I’m starting this post today, because I realized I need someone else to talk to, other then myself. Or the always adorable but not so good conversationalist 2 and 1 year old daughters whom I spend my day with.
This morning started like any other. My husband rolled out of bed at 5 am to head off to work as a pediatric resident. Followed by the pitter patter of little feet into the room at 5:45. By 6:00, it’s just me and both girls lying in bed. At least, I’m lying there wishing for more sleep as they roll all over me asking for breakfast. We all roll out of bed and I herd them out the door toward the kitchen when I realize – I stink. When was the last time I showered. Was it three days ago maybe four? I can’t remember, the days are a blur. They always say the days are long but the years are fast. It is so true for no other reason then I look back at yesterday and struggle to remember what even happened.

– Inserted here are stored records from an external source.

@dataclass(frozen=True)
class Comparison:
    """Rules compared under the estimated risk levels, the aid's effect, and their intervals.

    Attributes
    ----------
    scenario : Scenario
    cells : CellTable
    risk_levels : RiskLevels
    costs : Costs
    rules : list of Rule
        In the order of every table: the optimum, solved rules, the aid's recommendation, the
        candidates, then the observed rule of each arm (not shown, shown).
    evaluations : list of Evaluation
        Point evaluation of each rule (:func:`policy.decision.evaluate.evaluate`, against the optimum).
    result : BootstrapResult
        Point values and replicates of every figure.
    """

    scenario: Scenario
    cells: CellTable
    risk_levels: RiskLevels
    costs: Costs
    rules: list
    evaluations: list
    result: BootstrapResult
    notes: tuple[str, ...] = field(default_factory=tuple)

    # -- helpers -------------------------------------------------------------------------------
    def _fig(self, name: str):
        r = self.result
        lo, hi = r.interval(name)
        return np.asarray(r.point[name], dtype=np.float64), lo, hi

    def _stamp(self, frame: pd.DataFrame) -> pd.DataFrame:
        frame["replicates"] = self.result.n_replicates
        frame["seed"] = self.result.seed
        return frame

    @property
    def has_arm(self) -> bool:
        return self.cells.has_arm

    # -- tables --------------------------------------------------------------------------------
    def comparison_frame(self) -> pd.DataFrame:
        """One row per rule with every headline figure and its interval (docs/outputs.md)."""
        rl = self.risk_levels
        out = pd.DataFrame({"rule": [r.name for r in self.rules], "kind": [r.kind for r in self.rules]})

        def put(col, values, lo, hi, scale=1.0):
            out[col] = scale * values
            out[f"{col}_lower"] = scale * lo
            out[f"{col}_upper"] = scale * hi

        c, lo, hi = self._fig("cost")
        put("cost_per_1000_cases", c, lo, hi, 1000.0)
        c, lo, hi = self._fig("regret")
        put("regret_per_1000_cases", c, lo, hi, 1000.0)
        put("agreement", *self._fig("agreement"))
        fig = {k: self._fig(k) for k in ("rates", "shares", "safe_harsher", "too_lenient")}
        for j, key in enumerate(rl.outcome_keys):
            put(f"rate_{key}", *(a[:, j] for a in fig["rates"]))
        for d, value in enumerate(rl.level_values):
            put(f"share_{value}", *(a[:, d] for a in fig["shares"]))
        for j, key in enumerate(rl.outcome_keys):
            put(f"safe_given_harsher_{key}", *(a[:, j] for a in fig["safe_harsher"]))
        for j, key in enumerate(rl.outcome_keys):
            put(f"preventable_given_too_lenient_{key}", *(a[:, j] for a in fig["too_lenient"]))
        out["unit"] = self.costs.unit
        out["note"] = [r.note for r in self.rules]
        return self._stamp(out)

    def gaps_frame(self) -> pd.DataFrame:
        """Every fairness gap of every rule by protected attribute, with its interval."""
        rl = self.risk_levels
        pf, pf_lo, pf_hi = self._fig("principal_gap")  # (R, A, J, L+1, L-1)
        sp, sp_lo, sp_hi = self._fig("parity_gap")  # (R, A, L-1)
        attrs = list(rl.layout.protected)
        names = rl.risk_level_names
        rows = []
        for i, rule in enumerate(self.rules):
            for a, attr in enumerate(attrs):
                for t in range(rl.n_levels - 1):
                    thr = rl.level_labels[t + 1]
                    rows.append((rule.name, "statistical_parity", attr, "", -1, "", thr, sp[i, a, t], sp_lo[i, a, t], sp_hi[i, a, t]))
                    for j, key in enumerate(rl.outcome_keys):
                        for r, rname in enumerate(names):
                            rows.append((rule.name, "principal_fairness", attr, key, r, rname, thr,
                                         pf[i, a, j, r, t], pf_lo[i, a, j, r, t], pf_hi[i, a, j, r, t]))
        frame = pd.DataFrame(rows, columns=["rule", "kind", "attribute", "outcome", "risk_level", "risk_level_name",
                                            "threshold", "gap", "gap_lower", "gap_upper"])
        return self._stamp(frame)

    def effect_frame(self) -> pd.DataFrame:
        """The aid's effect on P(D >= t | R_j = r, group), with intervals and a reading."""
        if not self.has_arm:
            return pd.DataFrame()
        rl = self.risk_levels
        eff, lo, hi = self._fig("effect")  # (G, J, L+1, L-1)
        shown, not_shown = self.result.point["effect_shown"], self.result.point["effect_not_shown"]
        cases = self.result.point["stratum_cases"]  # (G, J, L+1)
        _, labels = group_matrix(rl.layout)
        G, J, R, T = eff.shape
        g, j, r, t = (a.reshape(-1) for a in np.indices(eff.shape))
        frame = pd.DataFrame({
            "attribute": [labels[i][0] for i in g],
            "group": [labels[i][1] for i in g],
            "outcome": np.asarray(rl.outcome_keys, dtype=object)[j],
            "risk_level": r,
            "risk_level_name": np.asarray(rl.risk_level_names, dtype=object)[r],
            "threshold": np.asarray(rl.level_labels, dtype=object)[t + 1],
            "not_shown": not_shown.reshape(-1),
            "shown": shown.reshape(-1),
            "effect": eff.reshape(-1),
            "effect_lower": lo.reshape(-1),
            "effect_upper": hi.reshape(-1),
            "stratum_cases": cases[g, j, r],
        })
        read = [_reading(e, a, b, rr, tt + 1, rl.n_levels) for e, a, b, rr, tt in
                zip(frame["effect"], frame["effect_lower"], frame["effect_upper"], r, t)]
        frame["direction"] = [x[0] for x in read]
        frame["meaning"] = [x[1] for x in read]
        return self._stamp(frame)

    def itt_frame(self) -> pd.DataFrame:
        """Intention to treat: decision shares by arm and their difference, overall and by group."""
        if not self.has_arm:
            return pd.DataFrame()
        rl = self.risk_levels
        share = np.asarray(self.result.point["itt_share"])  # (G, A, L)
        cases = np.asarray(self.result.point["itt_cases"])  # (G, A)
        d, d_lo, d_hi = self._fig("itt_share_diff")
        t, t_lo, t_hi = self._fig("itt_at_least_diff")
        _, labels = group_matrix(rl.layout)
        rows = []
        for gi, (attr, group) in enumerate(labels):
            for lv in range(rl.n_levels):
                rows.append((attr, group, "share at level", rl.level_labels[lv], share[gi, 0, lv], share[gi, 1, lv],
                             d[gi, lv], d_lo[gi, lv], d_hi[gi, lv], cases[gi, 0], cases[gi, 1]))
            for k in range(rl.n_levels - 1):
                rows.append((attr, group, "share at level or harsher", rl.level_labels[k + 1],
                             _tail(share[gi, 0])[k], _tail(share[gi, 1])[k], t[gi, k], t_lo[gi, k], t_hi[gi, k],
                             cases[gi, 0], cases[gi, 1]))
        frame = pd.DataFrame(rows, columns=["attribute", "group", "figure", "level", "not_shown", "shown", "difference",
                                            "difference_lower", "difference_upper", "cases_not_shown", "cases_shown"])
        return self._stamp(frame)

    def shares_frame(self) -> pd.DataFrame:
        """Share of cases at each risk level, overall and by group, with intervals."""
        rl = self.risk_levels
        s, lo, hi = self._fig("risk_level_share")  # (G, J, L+1)
        _, labels = group_matrix(rl.layout)
        g, j, r = (a.reshape(-1) for a in np.indices(s.shape))
        frame = pd.DataFrame({
            "outcome": np.asarray(rl.outcome_keys, dtype=object)[j],
            "attribute": [labels[i][0] for i in g],
            "group": [labels[i][1] for i in g],
            "risk_level": r,
            "risk_level_name": np.asarray(rl.risk_level_names, dtype=object)[r],
            "share": s.reshape(-1),
            "share_lower": lo.reshape(-1),
            "share_upper": hi.reshape(-1),
        })
        return self._stamp(frame)

    def readings(self) -> list[str]:
        """Plain-words reading of the aid's effect where it matters, per outcome kind (overall):
        safe cases at the first harsher level, and each preventable risk level at the level that
        prevents it."""
        if not self.has_arm:
            return []
        rl = self.risk_levels
        eff, lo, hi = self._fig("effect")
        L = rl.n_levels
        pct = lambda v: f"{100 * v:+.1f}"
        out = []
        for j, label in enumerate(rl.outcome_labels):
            for r in range(0, L):
                t = max(r, 1)
                e, a, b = eff[0, j, r, t - 1], lo[0, j, r, t - 1], hi[0, j, r, t - 1]
                direction, meaning = _reading(e, a, b, r, t, L)
                interval = f" ({self.result.interval_label}: {pct(a)} to {pct(b)})" if np.isfinite(a) else ""
                out.append(
                    f"{label}, {rl.risk_level_names[r]}: showing the aid changed the share given "
                    f"{rl.level_labels[t]} or harsher by {pct(e)} points{interval}; {direction}; {meaning}."
                )
        return out

    def output_files(self) -> dict[str, Any]:
        """Every output file of ``compare`` by name (documented in docs/outputs.md)."""
        files: dict[str, Any] = {
            "comparison.csv": self.comparison_frame(),
            "comparison_gaps.csv": self.gaps_frame(),
            "risk_level_share_intervals.csv": self.shares_frame(),
        }
        if self.has_arm:
            files["aid_effect.csv"] = self.effect_frame()
            files["aid_effect_itt.csv"] = self.itt_frame()
        files["compare.json"] = {
            "scenario": self.scenario.title,
            "scenario_file": str(self.scenario.path) if self.scenario.path else None,
            "data": self.risk_levels.source,
            "cost_unit": self.costs.unit,
            "reference_rule": self.rules[0].name,
            "rules": [{"name": r.name, "kind": r.kind, "note": r.note} for r in self.rules],
            **self.result.meta(),
            "readings": self.readings(),
            "notes": list(self.notes),
            "assumptions": {
                "comparison": assumptions_for("evaluation"),
                "observed_rules": assumptions_for("observed_rule"),
                "aid_effect": assumptions_for("aid_effect") if self.has_arm else [],
            },
            "cautions": list(CAUTIONS),
        }
        return files

    def __str__(self) -> str:
        frame = self.comparison_frame()
        lines = [f"Rules compared ({self.result.interval_label}, {self.result.n_replicates} replicates, seed {self.result.seed}):"]
        for _, row in frame.iterrows():
            lo, hi = row["cost_per_1000_cases_lower"], row["cost_per_1000_cases_upper"]
            interval = f" ({lo:,.0f} to {hi:,.0f})" if np.isfinite(lo) else ""
            lines.append(f"  {row['rule']}: {row['cost_per_1000_cases']:,.0f} per 1,000 cases{interval}; "
                         f"regret {row['regret_per_1000_cases']:,.0f}; agreement {row['agreement']:.1%}")
        lines += self.readings()
        return "\n".join(lines)
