def formula(name, p, k):
    c, s = np.cos(k), np.sin(k)
    if name == "qwz":
        m, t = p["m"], p["t"]
        return t * s[0] * SX + t * s[1] * SY + (m + t * c[0] + t * c[1]) * SZ
    if name == "ssh":
        v, w = p["v"], p["w"]
        return np.array([[0, v + w * np.exp(-1j * k[0])], [v + w * np.exp(1j * k[0]), 0]])
    if name == "kitaev":
        return (-2 * p["t"] * c[0] - p["mu"]) * SZ + 2 * p["delta"] * s[0] * SY
    if name == "haldane":
        t1, t2, phi, M = p["t1"], p["t2"], p["phi"], p["M"]
        kb = np.array([k[0], k[1] - k[0], -k[1]])
        return (2 * t2 * np.cos(phi) * np.sum(np.cos(kb)) * S0
                + t1 * ((1 + c[0] + c[1]) * SX + (s[0] + s[1]) * SY)
                + (M - 2 * t2 * np.sin(phi) * np.sum(np.sin(kb))) * SZ)
    if name == "bhz":
        cc = 2 - c[0] - c[1]
        d3 = p["M"] - 2 * p["B"] * cc
        eps = p["C"] - 2 * p["D"] * cc
        return (eps * kr("00") + d3 * kr("z0") + p["A"] * s[0] * kr("xz")
                + p["A"] * s[1] * kr("y0") + p["mix"] * kr("yy"))
    if name == "bhz_corner":
        return ((p["m"] + p["t"] * (c[0] + c[1])) * kr("z0")
                + p["delta1"] * (s[0] * kr("xx") + s[1] * kr("xy"))
                + p["delta2"] * (c[0] - c[1]) * kr("y0"))
    if name == "bbh":
        g, lam, dl = p["gamma"], p["lam"], p["delta"]
        g0, g4 = kr("z0"), kr("x0")
        g1, g2, g3 = -kr("yx"), -kr("yy"), -kr("yz")
        return ((g + lam * c[0]) * g4 + lam * s[0] * g3 + (g + lam * c[1]) * g2
                + lam * s[1] * g1 + dl * g0)
    if name == "graphene_field":
        a1, a2 = np.array([1.0, 0.0]), np.array([0.5, np.sqrt(3) / 2])
        deltas = [(a1 + a2) / 3, (a1 + a2) / 3 - a1, (a1 + a2) / 3 - a2]
        kc = np.linalg.solve(np.array([a1, a2]), k)  # Cartesian k from reduced (k.a_i = k_i)
        # Peierls phase on each bond; periodic gauge: Bloch phase of the cell displacement.
        f = sum(p["t"] * np.exp(1j * np.dot([p["ax"], p["ay"]], d))
                * np.exp(1j * kc @ (d - deltas[0]))
                for d in deltas)
        return np.array([[p["M"], f], [np.conj(f), -p["M"]]])
    if name == "bipartite_square":
        disp = [(0, 0), (0, -1), (-1, -1), (-1, 0)]
        f = sum(p[f"j{i + 1}"] * np.exp(1j * np.dot(k, r)) for i, r in enumerate(disp))
        return np.array([[p["delta"], f], [np.conj(f), -p["delta"]]])
    if name == "breathing_kagome":
        # Ezawa (2018), periodic gauge: H_AB = -(ta + tb e^{-ik1}), H_AC = -(ta + tb e^{-ik2}),
        # H_BC = -(ta + tb e^{i(k1 - k2)}).
        ta, tb = p["ta"], p["tb"]
        ab = -(ta + tb * np.exp(-1j * k[0]))
        ac = -(ta + tb * np.exp(-1j * k[1]))
        bc = -(ta + tb * np.exp(1j * (k[0] - k[1])))
        return p["mu"] * np.eye(3) + np.array([[0, ab, ac], [np.conj(ab), 0, bc],
                                               [np.conj(ac), np.conj(bc), 0]])
    if name == "kekule_honeycomb":
        # Ring of six sites with -t0, and -t1 e^{i k.d_m} from site m to site m + 3, d_m the
        # direction of the neighbouring hexagon (a_1, a_2, a_2 - a_1 for m = 0, 1, 2).
        h = p["mu"] * np.eye(6, dtype=complex)
        for m in range(6):
            h[m, (m + 1) % 6] = h[(m + 1) % 6, m] = -p["t0"]
        for m, kd in enumerate((k[0], k[1], k[1] - k[0])):
            h[m, m + 3] = -p["t1"] * np.exp(1j * kd)
            h[m + 3, m] = np.conj(h[m, m + 3])
        return h
    raise KeyError(name)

But anyway, the day moved on with breakfast, a walk to the park, playing outside and picking fresh tomatoes from the garden, lunch, more playing outside, dinner, daddy coming home, and kiddos to bed. Followed by the couple hours to spend with my husband and then re-group for tomorrow.
This stay at home mom thing is new to me and I’m still learning how to give the girls a routine and consistency but also provide them with new activities. I’m still learning to keep my patience when my 2 year old is screaming for no reason for the 36th time that day. I’m still learning a balance between making time for myself and time for those sweet kiddos. So this is just about me – learning to be, well, a mom.